Да, он постепенно постиг, что этот столь блестящий, кажущийся издали столь привлекательным мир изнутри изъеден черным соперничеством честолюбий, завистью, тайной взаимной борьбой, скрытыми подвохами, кознями, обманом.

Он знал, что в этом обществе острословов, бравирующем своей показной независимостью, афиширующем свое фрондерство к официальным властям, обществе, щедром на булавочные уколы двору, что в этом собрании самых блестящих умов, хвастающихся смелостью суждений, постоянно тайно оглядываются на незримый двор, прислушиваются ко всем сплетням, исходящим из будуара мадам де Помпадур, соразмеряют силу влияния тех или иных ее клевретов. Это общество «независимых умов» было в действительности сборищем дельцов и карьеристов, прячущих под внешней куртуазностыо и дружелюбной улыбкой холодный расчет, злые тайные умыслы; беспощадность к своим соперникам и конкурентам.
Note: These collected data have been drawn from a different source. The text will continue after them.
def remedy(
    name: str,
    spec: Spec,
    figures: FigureSet,
    *,
    point: str | None,
    limit: float,
    settings: FigureSettings | None = None,
) -> Remedy | None:
    settings = settings or FigureSettings()
    ax = _axis(spec, settings)
    # ripple remedies at the top of the supply range, where the ripple is judged; the
    # modulation figure is taken at the bottom, and scales as 1/V to the top
    V_nom, V, V_low = spec.stage.supply.voltage, _highest_supply(spec), _lowest_supply(spec)
    rated = spec.motor.rated_current
    modulation = figures.value("modulation", point) if point is not None else None
    if modulation is not None:
        modulation = float(modulation) * V_low / V
    three = ax.topology == "sinusoidal"
    if name == "added_inductance":
        if three:
            M = modulation if modulation is not None else P.threephase.modulation_index_limit(ax.scheme)
            value = P.remedies.added_phase_inductance_min(
                V,
                ax.inductance,
                ax.f_leg,
                min(M, P.threephase.modulation_index_limit(ax.scheme)),
                ax.scheme,
                rated,
                limit,
            )
            where = "per phase (one choke in each phase)"
        else:
            m = None if modulation is None else min(max(modulation, 0.0), 1.0)
            value = P.remedies.added_inductance_min(
                V, ax.inductance, ax.resistance_hot, ax.f_leg, ax.scheme, rated, limit, modulation=m
            )
            where = (
                "in total, split over both motor leads"
                if ax.topology == "dc"
                else "in the two conducting phases together"
            )
            if value is not None and ax.topology == "dc" and value > 0:
                return Remedy(name, f"add at least {_fmt(value / 2.0, 'inductance')} per lead", float(value) / 2.0, "H")
        if value is None:
            return Remedy(name, "no added inductance below 1 H reaches the limit", None, "H")
        if value <= 0:
            return None
        return Remedy(name, f"add at least {_fmt(value, 'inductance')} {where}", float(value), "H")
    if name == "pwm_frequency":

        def frequency_for(inductance: float):
            if three:
                M = modulation if modulation is not None else P.threephase.modulation_index_limit(ax.scheme)
                return P.remedies.pwm_frequency_min_three_phase(
                    V, inductance, min(M, P.threephase.modulation_index_limit(ax.scheme)), ax.scheme, rated, limit
                )
            m = None if modulation is None else min(max(modulation, 0.0), 1.0)
            return P.remedies.pwm_frequency_min(V, inductance, ax.resistance_hot, ax.scheme, rated, limit, modulation=m)

        value = frequency_for(ax.inductance)
        # the motor's inductance falls with frequency (a measured table or the estimate
        # curve): solve again with the loop inductance at the new frequency, a few
        # fixed-point steps (the verification judges the result on the full model)
        for _ in range(3):
            if value is None or not (value > ax.f_leg):
                break
            f_ripple = value * ax.f_ripple / ax.f_leg
            l_motor, _l_cat = _motor_inductance(spec, f_ripple, settings, {}, {})
            share = ax.motor_inductance * l_motor / ax.terminal_inductance
            again = frequency_for(ax.inductance - ax.motor_inductance + share)
            if again is None or abs(again - value) <= 1e-4 * value:
                value = again if again is not None else value
                break
            value = again
        if value is None:
            return Remedy(name, "no PWM frequency below 1 MHz reaches the limit", None, "Hz")
        if value <= 0 or value <= ax.f_leg:
            return None
        note = " (re-check the inductance there)" if spec.motor.inductance_vs_frequency else ""
        text = f"raise the PWM frequency to at least {_fmt(value, 'frequency')} per leg{note}"
        return Remedy(name, text, float(value), "Hz")
    if name == "supply_voltage_for_ripple":
        if three and point is not None:
            point_values = next(values for n, values in figures.points if n == point)
            phase_peak = float(point_values["terminal_voltage"]) / SQRT3  # peak line-to-line / sqrt3
            value = P.threephase.supply_voltage_max_for_phase_ripple(
                phase_peak, ax.inductance, ax.f_leg, ax.scheme, limit * rated
            )
            if value == 0.0:
                return Remedy(
                    name,
                    "lowering the supply does not help: the ripple at this point exceeds the limit at every "
                    "supply voltage; add inductance or raise the PWM frequency",
                    None,
                    "V",
                )
        elif three:
            worst = figures.value("ripple_pp_worst")
            if not worst:
                return None
            # the worst case sits at the highest reachable M, which the duty limits fix
            # independently of the supply: the closed-form ripple is linear in V there
            value = V * limit * rated / float(worst)
        elif point is not None:
            point_values = next(values for n, values in figures.points if n == point)
            value = P.remedies.supply_voltage_max_for_ripple(
                ax.inductance,
                ax.resistance_hot,
                ax.f_leg,
                ax.scheme,
                rated,
                limit,
                terminal_voltage=float(point_values["terminal_voltage"]),
                current=float(point_values["operating_current"]),
                series_resistance=ax.series_resistance,
                dead_time=ax.dead_time,
            )
        else:
            value = P.remedies.supply_voltage_max_for_ripple(
                ax.inductance, ax.resistance_hot, ax.f_leg, ax.scheme, rated, limit
            )
        # ``value`` bounds the top of the range; a supply of the same tolerance scales
        # its whole range, so the nominal voltage moves by the same factor
        if value is None or not math.isfinite(value) or value >= V:
            return None
        needed = figures.value("supply_min")  # bounds the bottom of the range
        if needed is not None and value / V < float(needed) / V_low:
            if V == V_low:
                why = (
                    f"the ripple limit needs at most {_fmt(value, 'voltage')} but the operating points need "
                    f"at least {_fmt(float(needed), 'voltage')}"
                )
            else:
                why = (
                    f"the ripple limit needs the top of the supply range at most {_fmt(value, 'voltage')} "
                    f"(now {_fmt(V, 'voltage')}), which takes its bottom to {_fmt(V_low * value / V, 'voltage')}, "
                    f"below the {_fmt(float(needed), 'voltage')} the operating points need"
                )
            return Remedy(name, f"lowering the supply does not help: {why}", None, "V")
        nominal = V_nom * value / V
        return Remedy(name, f"lower the supply to at most {_fmt(nominal, 'voltage')}", float(nominal), "V")
    if name == "supply_voltage_for_duty":
        needed = figures.value("modulation_max")  # at the bottom of the range
        if not needed:
            return None
        scale = float(needed) / limit  # m scales as 1/V for fixed terminal voltage
        if scale >= 1.0:
            return None
        value = V_nom * scale
        text = (
            f"lower the supply to at most {_fmt(value, 'voltage')} "
            f"(modulation then {limit:.0%} at the most demanding point)"
        )
        return Remedy(name, text, value, "V")
    if name == "supply_voltage_min":
        value = figures.value("supply_min")  # the bottom of the range must reach it
        if value is None:
            return None
        nominal = V_nom * float(value) / V_low
        return Remedy(name, f"raise the supply to at least {_fmt(nominal, 'voltage')}", nominal, "V")
    if name == "pwm_frequency_inaudible":
        ratio = ax.f_ripple / ax.f_leg
        value = limit / ratio
        text = (
            f"raise the PWM frequency to at least {_fmt(value, 'frequency')} per leg "
            f"(ripple then at {_fmt(limit, 'frequency')})"
        )
        return Remedy(name, text, value, "Hz")
    if name == "choke_saturation_current":
        i_pk = figures.value("choke_peak_current")
        if i_pk is None or limit <= 0:
            return None
        value = float(i_pk) / limit
        return Remedy(name, f"use chokes rated for at least {_fmt(value, 'current')} saturation current", value, "A")
    if name == "pwm_scheme":
        if spec.motor.type != "brushed-dc" or spec.stage.pwm.scheme != "bipolar":
            return None
        return Remedy(name, "switch to three-level PWM", 1.0, "")
    if name == "brake_resistor":
        window = brake_turn_on(spec)
        if window is None:
            return None
        v_on, top, limit_v = window
        if not math.isfinite(v_on):
            return Remedy(
                name,
                f"a brake resistor does not help: the supply's top {_fmt(top, 'voltage')} leaves no room for a "
                f"turn-on voltage below the bus limit {_fmt(limit_v, 'voltage')}",
                None,
                "ohm",
            )
        peak = figures.value("braking_power_peak")
        if peak is None or not float(peak) > 0:
            return Remedy(
                name,
                f"fit a brake chopper switching in at {_fmt(v_on, 'voltage')} (give load.stop_time to size its "
                "resistor)",
                None,
                "ohm",
            )
        r_max = float(P.braking.shunt_resistance_max(v_on, float(peak)))
        return Remedy(name, f"fit a brake resistor of at most {_fmt(r_max, 'resistance')}", r_max, "ohm")
    if name == "loop_bandwidth_for_margin":
        loop = spec.stage.current_loop
        if loop is None:
            return None
        double = loop.sampling == "double-update"
        sampling = loop.sampling_frequency or ax.f_leg * (2.0 if double else 1.0)
        delay = float(P.control.loop_total_delay(sampling, loop.computation_delay))
        ratio = (loop.tuned_for_inductance / ax.inductance) if loop.tuned_for_inductance is not None else 1.0
        value = float(P.control.loop_bandwidth_max_for_margin(delay, limit, loop.feedback_filter, ratio))
        if not value > 0 or value >= loop.bandwidth:
            return None
        text = f"lower the current-loop bandwidth to at most {_fmt(value, 'frequency')}"
        return Remedy(name, text, value, "Hz")
    if name == "loop_bandwidth":
        loop = spec.stage.current_loop
        if loop is None:
            return None
        sampling = ax.f_leg * (2.0 if loop.sampling == "double-update" else 1.0)
        value = limit * sampling
        text = f"lower the current-loop bandwidth to at most {_fmt(value, 'frequency')}, or raise the PWM frequency"
        return Remedy(name, text, value, "Hz")
    return None
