@st.composite
def valid_spec(draw):
    three = draw(st.booleans())
    supply = draw(st.floats(6.0, 400.0))
    motor = {
        "type": "three-phase" if three else "brushed-dc",
        "winding": draw(st.sampled_from(["iron-core", "coreless", "slotless"])),
        "terminal_resistance": {
            "value": draw(_q("resistance", 0.01, 50.0)),
            "at": draw(_q("temperature", 283.15, 323.15)),
        },
        "torque_constant": {
            "value": draw(_q("torque_constant", 1e-3, 2.0)),
            "current": draw(st.sampled_from(["phase-rms", "phase-peak", "block"])) if three else "dc",
        },
        "back_emf_constant": {
            "value": draw(_q("back_emf_constant", 1e-3, 2.0)),
            "voltage": draw(st.sampled_from(["line-to-line-peak", "line-to-line-rms", "phase-peak", "phase-rms"]))
            if three
            else "terminal",
        },
        "rated_current": draw(_q("current", 0.05, 50.0)),
    }
    if draw(st.booleans()):
        motor["terminal_inductance"] = {
            "value": draw(_q("inductance", 1e-6, 0.1)),
            "measured_at": draw(_q("frequency", 50.0, 1e5)),
        }
    if not motor.get("terminal_inductance") or draw(st.booleans()):
        n = draw(st.integers(2, 5))
        freqs = sorted(set(draw(st.lists(st.floats(10.0, 2e5), min_size=n, max_size=n))))
        if len(freqs) < 2:
            freqs = [1e3, 1e4]
        rows = []
        for f in freqs:
            row = {"frequency": f"{f:.17g} Hz", "inductance": draw(_q("inductance", 1e-6, 0.1))}
            if draw(st.booleans()):
                row["series_resistance"] = draw(_q("resistance", 0.01, 100.0))
            rows.append(row)
        motor["inductance_vs_frequency"] = rows
    if three:
        motor["pole_pairs"] = draw(st.integers(1, 200))
        if draw(st.booleans()):
            motor["d_axis_inductance"] = draw(_q("inductance", 1e-6, 0.1))
            motor["q_axis_inductance"] = draw(_q("inductance", 1e-6, 0.1))
    for key, dim, low, high in (
        ("peak_current", "current", 0.05, 200.0),
        ("no_load_current", "current", 0.0, 1.0),
        ("max_speed", "speed", 1.0, 5000.0),
        ("rotor_inertia", "inertia", 1e-8, 1e-2),
    ):
        if draw(st.booleans()):
            motor[key] = draw(_q(dim, low, high))
    if draw(st.booleans()):
        thermal = {
            "winding_to_housing": draw(_q("thermal_resistance", 0.05, 50.0)),
            "housing_to_ambient": draw(_q("thermal_resistance", 0.05, 100.0)),
        }
        if draw(st.booleans()):
            thermal["winding_time_constant"] = draw(_q("time", 0.5, 200.0))
            thermal["motor_time_constant"] = draw(_q("time", 10.0, 1e4))
        choice = draw(st.sampled_from(["max", "class", "both", "none"]))
        if choice in ("max", "both"):
            thermal["max_winding_temperature"] = draw(_q("temperature", 350.0, 480.0))
        if choice in ("class", "both"):
            thermal["insulation_class"] = draw(st.sampled_from(["B", "F", "H", "155", "180"]))
        motor["thermal"] = thermal
    schemes = (
        ["six-step-chop-one", "six-step-chop-both", "sinusoidal", "space-vector"]
        if three
        else ["bipolar", "unipolar-single", "unipolar-phase-shifted"]
    )
    pwm = {
        "frequency": draw(_q("frequency", 1e3, 2e5)),
        "scheme": draw(st.sampled_from(schemes)),
        "max_duty": draw(st.floats(0.51, 1.0)),
    }
    for key, strat in (
        ("frequency_is", st.sampled_from(["leg", "ripple"])),
        ("freewheeling", st.sampled_from(["synchronous", "diode"])),
        ("dead_time", _q("time", 0.0, 2e-6)),
        ("min_pulse", _q("time", 1e-8, 5e-6)),
        ("timer_clock", _q("frequency", 1e6, 5e8)),
        ("alignment", st.sampled_from(["center", "edge"])),
    ):
        if draw(st.booleans()):
            pwm[key] = draw(strat)
    stage = {"supply": {"voltage": f"{supply:.6g} V"}, "pwm": pwm}
    if draw(st.booleans()):
        stage["supply"]["range"] = [f"{supply * 0.9:.6g} V", f"{supply * 1.1:.6g} V"]
    if draw(st.booleans()):
        stage["supply"]["absorbs_braking_energy"] = draw(st.booleans())
    if draw(st.booleans()):
        stage["switch_resistance"] = draw(_q("resistance", 0.0, 1.0))
    if draw(st.booleans()):
        stage["current_limit"] = {"continuous": draw(_q("current", 0.1, 100.0))}
        if draw(st.booleans()):
            stage["current_limit"]["peak"] = draw(_q("current", 0.1, 300.0))
    if draw(st.booleans()):
        stage["current_loop"] = {
            "bandwidth": draw(_q("frequency", 10.0, 2e4)),
            "sampling": draw(st.sampled_from(["single-update", "double-update"])),
        }
    if draw(st.booleans()):
        stage["bus_capacitance"] = draw(_q("capacitance", 1e-6, 1e-1))
        stage["overvoltage_trip"] = f"{supply * draw(st.floats(1.3, 2.0)):.6g} V"
    spec = {"format": 1, "axis": {"name": draw(_name())}, "motor": motor, "stage": stage}
    if draw(st.booleans()):
        spec["chokes"] = {
            "inductance": draw(_q("inductance", 1e-6, 1e-2)),
            "placement": "per-phase" if three else "per-lead",
            "count": draw(st.integers(1, 3 if three else 2)),
        }
    if draw(st.booleans()):
        spec["cable"] = {"resistance": draw(_q("resistance", 0.0, 1.0)), "length": draw(_q("length", 0.1, 50.0))}
    if draw(st.booleans()):
        spec["load"] = {"inertia": draw(_q("inertia", 0.0, 1.0))}
    names = draw(st.lists(_name(), min_size=1, max_size=4, unique=True))
    # Zero torque at standstill (zero terminal voltage) was a bug this property found;
    # it is pinned by test_all_points_idle_supply_window and
    # test_idle_point_ripple_remedy below, and the generator now reaches it too.
    spec["operating_points"] = [
        {
            "name": n,
            "speed": draw(_q("speed", 0.0, 2000.0)),
            "torque": draw(_q("torque", 0.0, 5.0)),
            "ambient": draw(_q("temperature", 253.15, 333.15)),
        }
        for i, n in enumerate(names)
    ]
    if draw(st.booleans()):
        spec["profile"] = {
            "ambient": draw(_q("temperature", 253.15, 333.15)),
            "segments": [
                {
                    "duration": draw(_q("time", 1e-3, 100.0)),
                    "speed": draw(_q("speed", 0.0, 2000.0)),
                    "torque": draw(_q("torque", 0.0, 5.0)),
                }
                for _ in range(draw(st.integers(1, 4)))
            ],
        }
    if three:
        # the constants' conventions must fit the EMF shape (specguard.model.conventions):
        # a trapezoidal (six-step) EMF has no RMS constant, a block current is six-step's
        six_step = pwm["scheme"].startswith("six-step")
        if six_step and motor["back_emf_constant"]["voltage"].endswith("-rms"):
            motor["back_emf_constant"]["voltage"] = motor["back_emf_constant"]["voltage"].replace("-rms", "-peak")
        if not six_step and motor["torque_constant"]["current"] == "block":
            motor["torque_constant"]["current"] = "phase-rms"
    return spec
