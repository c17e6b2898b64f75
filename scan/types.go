package scan

import (
	"math"

	"gonum.org/v1/gonum/spatial/r3"

	"gapflux/internal/hugemem"
)

// Cloud is a scan's raw geometry in metres, in the frame it was read in
// (scanner frame) or, after Level, in the base frame.
type Cloud struct {
	// Points are the vertex or point positions, m.
	Points []r3.Vec
	// Normals holds one unit normal per point when the file carries them,
	// else nil.
	Normals []r3.Vec
	// Triangles indexes Points, three per facet; nil for a point cloud.
	Triangles [][3]int32
	// FacetNormals holds one normal per triangle when the file carries them
	// (STL), else nil. A zero vector means the file left it blank.
	FacetNormals []r3.Vec

	// Format names the decoded format, e.g. "stl-binary", "stl-ascii",
	// "ply-ascii", "ply-binary-le", "ply-binary-be", "xyz", "csv"; with a
	// "+gz" suffix when the file was gzip-compressed.
	Format string
	// Unit is the length unit the file's numbers were read in: "mm", "m",
	// "um" or "in".
	Unit string
	// UnitSource says where Unit came from: "option", "header" or "default".
	UnitSource string
	// Warnings are the readers' doubts about the file that did not stop
	// them (e.g. a comma that may be a decimal separator).
	Warnings []string
}

// CellState says what a grid cell holds.
type CellState uint8

const (
	// Outside marks a cell that is not part of the base.
	Outside CellState = iota
	// Measured marks a base cell whose height comes from scan data.
	Measured
	// Filled marks a base cell with no usable data (a hole or a rejected
	// outlier) whose height was interpolated from its neighbours.
	Filled
)

// String returns "outside", "measured" or "filled".
func (s CellState) String() string {
	switch s {
	case Outside:
		return "outside"
	case Measured:
		return "measured"
	case Filled:
		return "filled"
	}
	return "invalid"
}

// Surface is a height field on a regular square grid in the base frame.
// Cell (i, j) has its centre at (X0M + i·CellM, Y0M + j·CellM) and its value
// at index j·Nx + i.
type Surface struct {
	Nx, Ny int
	// CellM is the cell edge length, m.
	CellM float64
	// X0M and Y0M locate the centre of cell (0, 0), m.
	X0M, Y0M float64
	// ZM is the height, m, +z into the pan; NaN where State is Outside.
	ZM []float64
	// State tells measured, filled and outside cells apart.
	State []CellState
}

// NewSurface returns a surface of nx×ny cells, all Outside,
// with heights set to NaN.
func NewSurface(nx, ny int, cellM, x0M, y0M float64) *Surface {
	s := &Surface{Nx: nx, Ny: ny, CellM: cellM, X0M: x0M, Y0M: y0M,
		ZM: hugemem.Make[float64](nx*ny, 0), State: hugemem.Make[CellState](nx*ny, 0)}
	for k := range s.ZM {
		s.ZM[k] = nan
	}
	return s
}

// X returns the x coordinate of column i's cell centres, m.
func (s *Surface) X(i int) float64 { return s.X0M + float64(i)*s.CellM }

// Y returns the y coordinate of row j's cell centres, m.
func (s *Surface) Y(j int) float64 { return s.Y0M + float64(j)*s.CellM }

// Index returns the slice index of cell (i, j).
func (s *Surface) Index(i, j int) int { return j*s.Nx + i }

// InBase reports whether cell k belongs to the base (measured or filled).
func (s *Surface) InBase(k int) bool { return s.State[k] != Outside }

// Clone returns a deep copy of s.
func (s *Surface) Clone() *Surface {
	c := *s
	c.ZM = append([]float64(nil), s.ZM...)
	c.State = append([]CellState(nil), s.State...)
	return &c
}

var nan = math.NaN()
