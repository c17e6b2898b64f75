package scan

import (
	"fmt"
	"gapflux/internal/fpfuse"
	"math"
	"math/rand/v2"
	"runtime"
	"testing"

	"gonum.org/v1/gonum/mat"
)

// fitZernikeReference is FitZernike's least-squares fit as it was: the
// basis term by term, the normal matrix by gonum's SymRankK over blocks
// of 512 cells. The tests hold fitZernike to it bit for bit.
func fitZernikeReference(s *Surface, radiusM float64, maxOrder int) []float64 {
	idx := formCells(s, radiusM)
	for maxOrder > 0 && 2*ZernikeTerms(maxOrder) > len(idx) {
		maxOrder--
	}
	t := ZernikeTerms(maxOrder)
	const block = 512
	g := mat.NewSymDense(t, nil)
	rhs := mat.NewVecDense(t, nil)
	a := mat.NewDense(block, t, nil)
	zb := mat.NewVecDense(block, nil)
	var part mat.VecDense
	inv := 1 / radiusM
	for lo := 0; lo < len(idx); lo += block {
		hi := min(len(idx), lo+block)
		ab := a.Slice(0, hi-lo, 0, t).(*mat.Dense)
		zv := zb.SliceVec(0, hi-lo).(*mat.VecDense)
		for r, k := range idx[lo:hi] {
			zernikeBasisReference(ab.RawRowView(r), maxOrder, s.X(k%s.Nx)*inv, s.Y(k/s.Nx)*inv)
			zv.SetVec(r, s.ZM[k])
		}
		g.SymRankK(g, 1, ab.T())
		part.MulVec(ab.T(), zv)
		rhs.AddVec(rhs, &part)
	}
	var ch mat.Cholesky
	if !ch.Factorize(g) {
		return nil
	}
	var x mat.VecDense
	if err := ch.SolveVecTo(&x, rhs); err != nil {
		return nil
	}
	return x.RawVector().Data
}

// zernikeBasisReference is zernikeBasis.eval as it was: each term's
// radial polynomial on its own.
func zernikeBasisReference(dst []float64, maxOrder int, x, y float64) {
	rho := math.Hypot(x, y)
	c, s := 1.0, 0.0
	if rho > 0 {
		c, s = x/rho, y/rho
	}
	pw, ck, sk := make([]float64, maxOrder+1), make([]float64, maxOrder+1), make([]float64, maxOrder+1)
	pw[0], ck[0], sk[0] = 1, 1, 0
	for k := 1; k <= maxOrder; k++ {
		pw[k] = pw[k-1] * rho
		ck[k] = ck[k-1]*c - sk[k-1]*s
		sk[k] = sk[k-1]*c + ck[k-1]*s
	}
	for j := range dst {
		n, m := ZernikeNM(j)
		rc := zernikeRadialCoef(n, m)
		r := 0.0
		for k := n; k >= 0; k -= 2 {
			r += rc[k] * pw[k]
		}
		v := zernikeNorm(n, m) * r
		switch {
		case m > 0:
			v *= ck[m]
		case m < 0:
			v *= sk[-m]
		}
		dst[j] = v
	}
}

// formCase is a surface for the form tests: a rough dish with a saddle
// and noise, holes (Filled and Outside cells) and a base disc off the
// grid's centre.
type formCase struct {
	name    string
	s       *Surface
	radiusM float64
}

func formCases() []formCase {
	var cs []formCase
	for k, c := range []struct {
		nx, ny   int
		radiusM  float64
		holeFrac float64
	}{
		{81, 81, 0.02, 0.1},   // some 5000 cells: more than one chunk, a part block
		{97, 63, 0.015, 0.3},  // odd sizes, many holes
		{129, 129, 0.03, 0},   // three chunks and a tail
		{9, 7, 0.002, 0.2},    // few cells: the order is lowered
		{45, 45, 0.0112, 0.5}, // half the cells gone
	} {
		rng := rand.New(rand.NewPCG(uint64(k), 11))
		h := 0.5e-3
		s := NewSurface(c.nx, c.ny, h, -float64(c.nx/2)*h+0.1e-3, -float64(c.ny/2)*h-0.2e-3)
		for q := range s.ZM {
			x, y := s.X(q%c.nx), s.Y(q/c.nx)
			u, v := x/c.radiusM, y/c.radiusM
			s.ZM[q] = 0.3e-3*(u*u+v*v) + 0.05e-3*(u*u-v*v) + 2e-5*u*v*v*v + 1e-6*rng.NormFloat64()
			switch f := rng.Float64(); {
			case f < c.holeFrac/2:
				s.State[q], s.ZM[q] = Outside, math.NaN()
			case f < c.holeFrac:
				s.State[q] = Filled
			default:
				s.State[q] = Measured
			}
		}
		cs = append(cs, formCase{fmt.Sprintf("%dx%d-r%gmm-holes%g", c.nx, c.ny, 1e3*c.radiusM, c.holeFrac), s, c.radiusM})
	}
	return cs
}

// TestFitZernikeMatchesReference holds the fit to fitZernikeReference bit
// for bit, on 1, 2 and 4 processors.
func TestFitZernikeMatchesReference(t *testing.T) {
	if fpfuse.Fuses() {
		t.Skip("this build fuses multiply-add (internal/fpfuse): gonum's kernels round differently from the tiles")
	}
	for _, c := range formCases() {
		want := fitZernikeReference(c.s, c.radiusM, DefaultZernikeOrder)
		for _, procs := range []int{1, 2, 4} {
			old := runtime.GOMAXPROCS(procs)
			got, err := FitZernike(c.s, c.radiusM, DefaultZernikeOrder)
			runtime.GOMAXPROCS(old)
			if err != nil {
				t.Fatalf("%s: %v", c.name, err)
			}
			if len(got) != len(want) {
				t.Fatalf("%s, %d procs: %d terms, reference %d", c.name, procs, len(got), len(want))
			}
			for j, term := range got {
				if math.Float64bits(term.CoefM) != math.Float64bits(want[j]) {
					t.Errorf("%s, %d procs: term %d = %v, reference %v", c.name, procs, j, term.CoefM, want[j])
				}
			}
		}
	}
}

// TestMeasureFormSameOnAnyProcessors checks that every field of the
// form (flatness, planes, concavity, Zernike terms) has the same bits on
// 1, 2 and 4 processors.
func TestMeasureFormSameOnAnyProcessors(t *testing.T) {
	for _, c := range formCases() {
		var want string
		for _, procs := range []int{1, 2, 4} {
			old := runtime.GOMAXPROCS(procs)
			f, err := MeasureForm(c.s, c.radiusM)
			runtime.GOMAXPROCS(old)
			if err != nil {
				t.Fatalf("%s: %v", c.name, err)
			}
			got := fmt.Sprintf("%#v", *f) // %v writes every float64 exactly
			if procs == 1 {
				want = got
			} else if got != want {
				t.Errorf("%s: %d procs:\n%s\n1 proc:\n%s", c.name, procs, got, want)
			}
		}
	}
}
Дамы света были под стать своим мужьям и любовникам. Перечитайте письма Сен-Пре из Парижа Жюли: «Хорошеньким женщинам неугодно сердиться, поэтому их ничто и не сердит; они любят посмеяться, а над преступлением нельзя подшутить, поэтому мошенники, подобно всем, — люди порядочные»42. Даже лучшие из дам — самые красивые, самые умные, — и те не свободны от пороков и недостатков своей среды.

Руссо долгое время был увлечен очаровательной госпожой Дюпен. Он воздавал должное ее красоте, обаянию, уму. Госпоже Дюпен было посвящено такое четверостишие:

Не бойся, разум, замирая, —

Не гаснешь ты в ее лучах:

Мудрец, при ней тебя теряя,

Вновь обретет в ее речах43.

О том же неподдельном восхищении госпожой Дюпен и глубоком уважении к ней свидетельствует и переписка Руссо с этой значительной и интересной женщиной44. И все же при всей своей увлеченности Жан-Жак постепенно прозревал.

Госпожа Дюпен играла с Жан-Жаком, как кошка с мышкой. Она не шла навстречу его чувствам, но и не хотела его отпускать. То было не только женское кокетство, к этому примешивались и корыстные расчеты. Госпожа Дюпен своим живым, практическим умом оценила способности Жан-Жака и сочла, что он может быть ей полезным. Она сама мечтала о литературной славе, об известности, намеревалась, а может быть, начала писать книгу. Жан-Жак Руссо был бы для нее весьма ценным помощником, чем-то вроде литературного секретаря. Но Руссо, согласившийся на эту роль, при этом всегда замечал, что госпожа Дюпен, так же как и ее пасынок Франкей, выступая в роли его заботливых друзей, отнюдь не стремились способствовать приобретению им некоторой известности в обществе. Что было тому причиной? В «Исповеди» Руссо объяснил это так: «Может быть, оба опасались, как бы не заподозрили, увидев их книги, что они привили мои таланты к своим»45.